I went to hunt EXPO web page and saw the draw odds. Hope all you guys that put in your hard earned cash are lucky! Most of you should take a look at the odds and then reconsider putting in. .......................................... This will help my odds. :O—–-:


----------



## blackdog (Sep 11, 2007)

Bowdacious said:


> I'm with HJB on this one. I will be putting into the draw because it gives me a chance to possibly draw a tag that will take me 20 years with the DWR. I see it as MORE opportunity to hunt. I may not draw....but I know for sure I won't draw if I don't apply.
> 
> As for where the money goes....I don't know and who cares? I wish it would go into conservation but I know, up front, that SFW is a private organization and what they do with their money is their business. Nobody asks Sportsman's Warehouse or Cabela's what they spend their money on. If the money doesn't go to conservation then I'm never shopping there again. WRONG, it is their money and they can do with it what they want. I see SFW as a big company. It is what it is! Plus, you say the tags are taken from the public...well,* they are going back to the public as well. We all have a chance to apply for a tag resident and non-resident alike. *
> 
> If I understand correctly, Drawing a tag with SFW doesn't effect your points with DWR. You can't draw a tag that year with DWR but the following year you are back to the rat race as usual.


Are you kidding me. WTH is the matter with you? By your logic, it would be cool if I went down to the DWR office and some how talked them into giving me 200 PUBLIC tags to kill PUBLIC animals, raffel those tags off and keep the money for myself. Comparing Sportsmenswarehouse & Cabelas to SFW is............sorry, but it's stupid. It's not their money, It's OUR money. SFW is making $$$ of a PUBLIC resource and not telling us what they are spending it on.


----------



## blackdog (Sep 11, 2007)

BTW, I'm no fool, as long as SFW has those tags, I'm putting in for them but if the DWR took them back and put them in the regular draw, that would be fine by me.


----------



## Bowdacious (Sep 16, 2007)

blackdog said:


> Bowdacious said:
> 
> 
> > I'm with HJB on this one. I will be putting into the draw because it gives me a chance to possibly draw a tag that will take me 20 years with the DWR. I see it as MORE opportunity to hunt. I may not draw....but I know for sure I won't draw if I don't apply.
> ...


*#1* I think it's funny that you still think it's YOUR money. Once you gave it over to SFW and paid for a service (chance of winning a tag) it is not YOUR money any more but THEIR money. Just like if you buy something at Cabela's or Sports....you bought something so it is no longer YOUR money, it is THEIR money. If you don't want YOUR money to become THEIR money then there is an easy solution.....don't buy what they are offering.

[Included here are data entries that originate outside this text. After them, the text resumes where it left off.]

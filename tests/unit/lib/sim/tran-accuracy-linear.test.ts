/**
 * Transient accuracy by default on linear circuits: the netlist gives only tStop and tStep, and every accepted
 * point must agree with the closed-form solution within 0.2 % of the waveform's full scale (its range, max − min).
 * Closed forms: first- and second-order step and ramp responses by the Laplace transform (e.g. Ogata, "Modern
 * Control Engineering", ch. 5; Nilsson & Riedel, "Electric Circuits", chs. 7–8), derived in each test's comment.
 * Also the step-control contract of the README (the bounds tStep, maxStep and periodic sources put on the step).
 */
import { describe, expect, it } from "vitest";
import { runTran } from "./helpers";

const TOL = 0.002; // 0.2 % of full scale

/** Largest |engine − exact| over the accepted points, as a fraction of the exact waveform's range. */
function worstError(time: Float64Array, engine: Float64Array, exact: (t: number) => number): { err: number; at: number; fullScale: number } {
  const tStop = time[time.length - 1];
  let lo = Infinity, hi = -Infinity;
  for (let k = 0; k <= 20000; k++) { const v = exact((tStop * k) / 20000); lo = Math.min(lo, v); hi = Math.max(hi, v); }
  let err = 0, at = 0;
  for (let i = 0; i < time.length; i++) {
    const e = Math.abs(engine[i] - exact(time[i]));
    if (e > err) { err = e; at = time[i]; }
  }
  return { err: err / (hi - lo), at, fullScale: hi - lo };
}

function steps(time: Float64Array): { largest: number; smallest: number } {
  let largest = 0, smallest = Infinity;
  for (let i = 1; i < time.length; i++) { const h = time[i] - time[i - 1]; largest = Math.max(largest, h); smallest = Math.min(smallest, h); }
  return { largest, smallest };
}

describe("transient accuracy by default against closed forms (0.2 % of full scale)", () => {
  it("sine into RC over 40 periods (1 kHz, ωRC = 1), tStep = 25 samples per period", () => {
    const A = 1, f = 1e3, R = 1e3, C = 1 / (2 * Math.PI * f * R);
    const tStop = 40 / f;
    const r = runTran({
      elements: [
        { kind: "vsource", name: "V1", nodes: ["in", "gnd"], wave: { shape: "sine", amplitude: A, freq: f } },
        { kind: "resistor", name: "R1", nodes: ["in", "out"], value: R },
        { kind: "capacitor", name: "C1", nodes: ["out", "gnd"], value: C },
      ],
      analysis: { kind: "tran", tStop, tStep: tStop / 1000 },
    });
    // Closed form, v(0) = 0: v(t) = A/(1 + x²)·[sin ωt − x·cos ωt + x·e^{−t/τ}], τ = RC, x = ωτ
    // (steady state A/√(1+x²)·sin(ωt − atan x) plus the transient term that starts it at zero).
    const w = 2 * Math.PI * f, tau = R * C, x = w * tau;
    const exact = (t: number) => (A / (1 + x * x)) * (Math.sin(w * t) - x * Math.cos(w * t) + x * Math.exp(-t / tau));
    const e = worstError(r.time, r.nodes.out, exact);
    expect(e.fullScale).toBeGreaterThan((2 * A) / Math.SQRT2); // at least the steady-state swing 2A/√(1 + x²) (closed form above)
    expect(e.err, `worst at t = ${e.at}`).toBeLessThan(TOL);
  });

  // Scaled down to 0.1 mV the inductor's voltage peaks near a hundred times vntol, the floor of its truncation-error
  // tolerance (a voltage: lib/sim/circuit.ts stateAbsTol); at 1 V the relative term rules. The same 0.2 % holds.
  it.each([1, 1e-3, 1e-4])("pulse train of %s V into a series RLC (ζ ≈ 0.16, rings each edge), capacitor voltage and loop current", (H) => {
    const R = 10, L = 1e-3, C = 1e-6;
    const delay = 1e-4, rise = 1e-5, fall = 1e-5, width = 4e-4, period = 1e-3;
    const tStop = 5e-3;
    const r = runTran({
      elements: [
        { kind: "vsource", name: "V1", nodes: ["in", "gnd"], wave: { shape: "pulse", low: 0, high: H, delay, rise, fall, width, period } },
        { kind: "resistor", name: "R1", nodes: ["in", "a"], value: R },
        { kind: "inductor", name: "L1", nodes: ["a", "b"], value: L },
        { kind: "capacitor", name: "C1", nodes: ["b", "gnd"], value: C },
      ],
      analysis: { kind: "tran", tStop, tStep: tStop / 500 },
    });
    // v_C/v_in = ω0²/(s² + 2ζω0·s + ω0²), ω0 = 1/√(LC), ζ = (R/2)·√(C/L), α = ζω0, ωd = ω0·√(1 − ζ²).
    // Unit-ramp response (partial fractions of ω0²/(s²(s² + 2ζω0 s + ω0²))):
    //   r(t) = t − 2ζ/ω0 + e^{−αt}·[(2ζ/ω0)·cos ωd t + ((2ζ² − 1)/ωd)·sin ωd t]
    // and its derivative, the unit-step response s(t) = 1 − e^{−αt}·[cos ωd t + (α/ωd)·sin ωd t].
    // The trapezoidal pulse is a sum of ramps starting at its corners (slope changes ±H/rise, ∓H/fall), so
    // v_C = Σ Δm·r(t − t_k) and the loop current i = C·dv_C/dt = C·Σ Δm·s(t − t_k).
    const w0 = 1 / Math.sqrt(L * C), z = (R / 2) * Math.sqrt(C / L), a = z * w0, wd = w0 * Math.sqrt(1 - z * z);
    const ramp = (t: number) => (t <= 0 ? 0 : t - (2 * z) / w0 + Math.exp(-a * t) * (((2 * z) / w0) * Math.cos(wd * t) + ((2 * z * z - 1) / wd) * Math.sin(wd * t)));
    const step = (t: number) => (t <= 0 ? 0 : 1 - Math.exp(-a * t) * (Math.cos(wd * t) + (a / wd) * Math.sin(wd * t)));
    const corners: [number, number][] = [];
    for (let k = 0; delay + k * period < tStop; k++) {
      const t0 = delay + k * period;
      corners.push([t0, H / rise], [t0 + rise, -H / rise], [t0 + rise + width, -H / fall], [t0 + rise + width + fall, H / fall]);
    }
    const vc = (t: number) => corners.reduce((s, [tk, dm]) => s + dm * ramp(t - tk), 0);
    const il = (t: number) => C * corners.reduce((s, [tk, dm]) => s + dm * step(t - tk), 0);
    const ev = worstError(r.time, r.nodes.b, vc);
    const ei = worstError(r.time, r.currents.L1, il);
    expect(ev.fullScale).toBeGreaterThan(1.5 * H); // overshoot ≈ e^{−πζ/√(1−ζ²)} ≈ 60 % (second-order closed form)
    expect(ev.err, `capacitor voltage, worst at t = ${ev.at}`).toBeLessThan(TOL);
    expect(ei.err, `loop current, worst at t = ${ei.at}`).toBeLessThan(TOL);
  });

  it("piecewise-linear drive into RC (ramps, a hold, a near-step, a slow return)", () => {
    const R = 1e3, C = 1e-7, tau = R * C;
    const pts: [number, number][] = [[0, 0], [1e-4, 0], [1.5e-4, 2], [4e-4, 2], [4.01e-4, -1], [7e-4, 0.25]];
    const tStop = 1e-3;
    const r = runTran({
      elements: [
        { kind: "vsource", name: "V1", nodes: ["in", "gnd"], wave: { shape: "piecewise", points: pts } },
        { kind: "resistor", name: "R1", nodes: ["in", "out"], value: R },
        { kind: "capacitor", name: "C1", nodes: ["out", "gnd"], value: C },
      ],
      analysis: { kind: "tran", tStop, tStep: tStop / 200 },
    });
    // RC low-pass unit-ramp response r(t) = t − τ·(1 − e^{−t/τ}); the wave is Σ Δm_k·ramp(t − t_k) over its
    // corners, Δm_k the change of slope at corner k (the value holds after the last point).
    const corners: [number, number][] = [];
    let prevSlope = 0;
    for (let k = 0; k < pts.length; k++) {
      const slope = k + 1 < pts.length ? (pts[k + 1][1] - pts[k][1]) / (pts[k + 1][0] - pts[k][0]) : 0;
      corners.push([pts[k][0], slope - prevSlope]);
      prevSlope = slope;
    }
    const ramp = (t: number) => (t <= 0 ? 0 : t - tau * (1 - Math.exp(-t / tau)));
    const exact = (t: number) => corners.reduce((s, [tk, dm]) => s + dm * ramp(t - tk), 0);
    const e = worstError(r.time, r.nodes.out, exact);
    expect(e.err, `worst at t = ${e.at}`).toBeLessThan(TOL);
  });

  it("resistive divider under a sine with a coarse tStep (5 per period): no peak is stepped over", () => {
    const A = 1, f = 1e3, tStop = 10 / f;
    const r = runTran({
      elements: [
        { kind: "vsource", name: "V1", nodes: ["in", "gnd"], wave: { shape: "sine", amplitude: A, freq: f } },
        { kind: "resistor", name: "R1", nodes: ["in", "out"], value: 1e3 },
        { kind: "resistor", name: "R2", nodes: ["out", "gnd"], value: 3e3 },
      ],
      analysis: { kind: "tran", tStop, tStep: tStop / 50 },
    });
    // divider: v(out) = A·R2/(R1 + R2)·sin ωt; every period's largest sample within 0.2 % of the peak A·3/4
    const peak = (A * 3) / 4;
    for (let k = 0; k < 10; k++) {
      let top = -Infinity, bottom = Infinity;
      for (let i = 0; i < r.time.length; i++) {
        if (r.time[i] < k / f || r.time[i] > (k + 1) / f) continue;
        top = Math.max(top, r.nodes.out[i]);
        bottom = Math.min(bottom, r.nodes.out[i]);
      }
      expect(top, `period ${k}`).toBeGreaterThan(peak * (1 - TOL));
      expect(bottom, `period ${k}`).toBeLessThan(-peak * (1 - TOL));
    }
  });
});

describe("step-control contract (README, engine: tran)", () => {
  const rc = [
    { kind: "vsource" as const, name: "V1", nodes: ["in", "gnd"] as [string, string], dc: 1 },
    { kind: "resistor" as const, name: "R1", nodes: ["in", "out"] as [string, string], value: 1e3 },
    { kind: "capacitor" as const, name: "C1", nodes: ["out", "gnd"] as [string, string], value: 1e-9 },
  ];
  it("with only tStop and tStep, tStep bounds every step", () => {
    const r = runTran({ elements: rc, analysis: { kind: "tran", tStop: 1e-3, tStep: 1e-5 } });
    expect(steps(r.time).largest).toBeLessThanOrEqual(1e-5 * (1 + 1e-9));
    expect(r.time[r.time.length - 1]).toBe(1e-3);
  });
  it("with only tStop, tStop/50 bounds every step", () => {
    const r = runTran({ elements: rc, analysis: { kind: "tran", tStop: 1e-3 } });
    expect(steps(r.time).largest).toBeLessThanOrEqual((1e-3 / 50) * (1 + 1e-9));
  });
  it("a given maxStep replaces the tStep bound (the caller sets the step budget)", () => {
    const r = runTran({ elements: rc, analysis: { kind: "tran", tStop: 1e-3, tStep: 1e-6, maxStep: 5e-5 } });
    const s = steps(r.time);
    expect(s.largest).toBeLessThanOrEqual(5e-5 * (1 + 1e-9));
    expect(s.largest).toBeGreaterThan(1e-6 * 10); // nothing to resolve after the first microseconds: steps grow past tStep
  });
  it("a sine bounds the step to 1/64 of its period, and a pulse train to 1/16, even under a larger maxStep", () => {
    const sine = runTran({
      elements: [{ kind: "vsource", name: "V1", nodes: ["in", "gnd"], wave: { shape: "sine", amplitude: 1, freq: 1e3 } }, { kind: "resistor", name: "R1", nodes: ["in", "gnd"], value: 1e3 }],
      analysis: { kind: "tran", tStop: 5e-3, maxStep: 1e-3 },
    });
    expect(steps(sine.time).largest).toBeLessThanOrEqual((1e-3 / 64) * (1 + 1e-9));
    const pulse = runTran({
      elements: [
        { kind: "vsource", name: "V1", nodes: ["in", "gnd"], wave: { shape: "pulse", low: 0, high: 1, width: 4e-4, period: 1e-3 } },
        { kind: "resistor", name: "R1", nodes: ["in", "gnd"], value: 1e3 },
      ],
      analysis: { kind: "tran", tStop: 5e-3, maxStep: 1e-3 },
    });
    expect(steps(pulse.time).largest).toBeLessThanOrEqual((1e-3 / 16) * (1 + 1e-9));
  });
});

*#2* I think it's funny you consider them PUBLIC tags. I don't consider the tags PUBLIC tags. The animals belong to the state and therefore the tags are STATE tags. If you interpret the state as meaning public....then I guess that is all in how you look at it. I believe the state ALLOWS us to hunt. Being able to hunt is a PRIVELEDGE not a RIGHT (regardless of what some folks may thing), that is given to us by the state. I'm gratefull every day that we have that PRIVELEDGE. It is a PRIVELEDGE because it is something that can be TAKEN away if the STATE so desires. So, I consider the tags state tags and the state does with them as they wish. As far as the state is concerned, they still get their money (you pay the state the regular price for the tag) so the state is happy.

*And #3*, if you could get the state to issue you 200 tags for free....I'd be very jealous and want to know how you pulled it off. However, aren't tags kinda like money in the Federal Reserve. If the state wants to issue more tags...all they have to do is "print more money". In the grand scheme of things, I highly doubt that the number of tags given (spread out among species) do much harm to wildlife management or hunting as a whole. Doesn't the state give land owners tags or depredation tags as they see fit? Which brings me back to #2....the tags are the state's tags and they will do with them as they see fit.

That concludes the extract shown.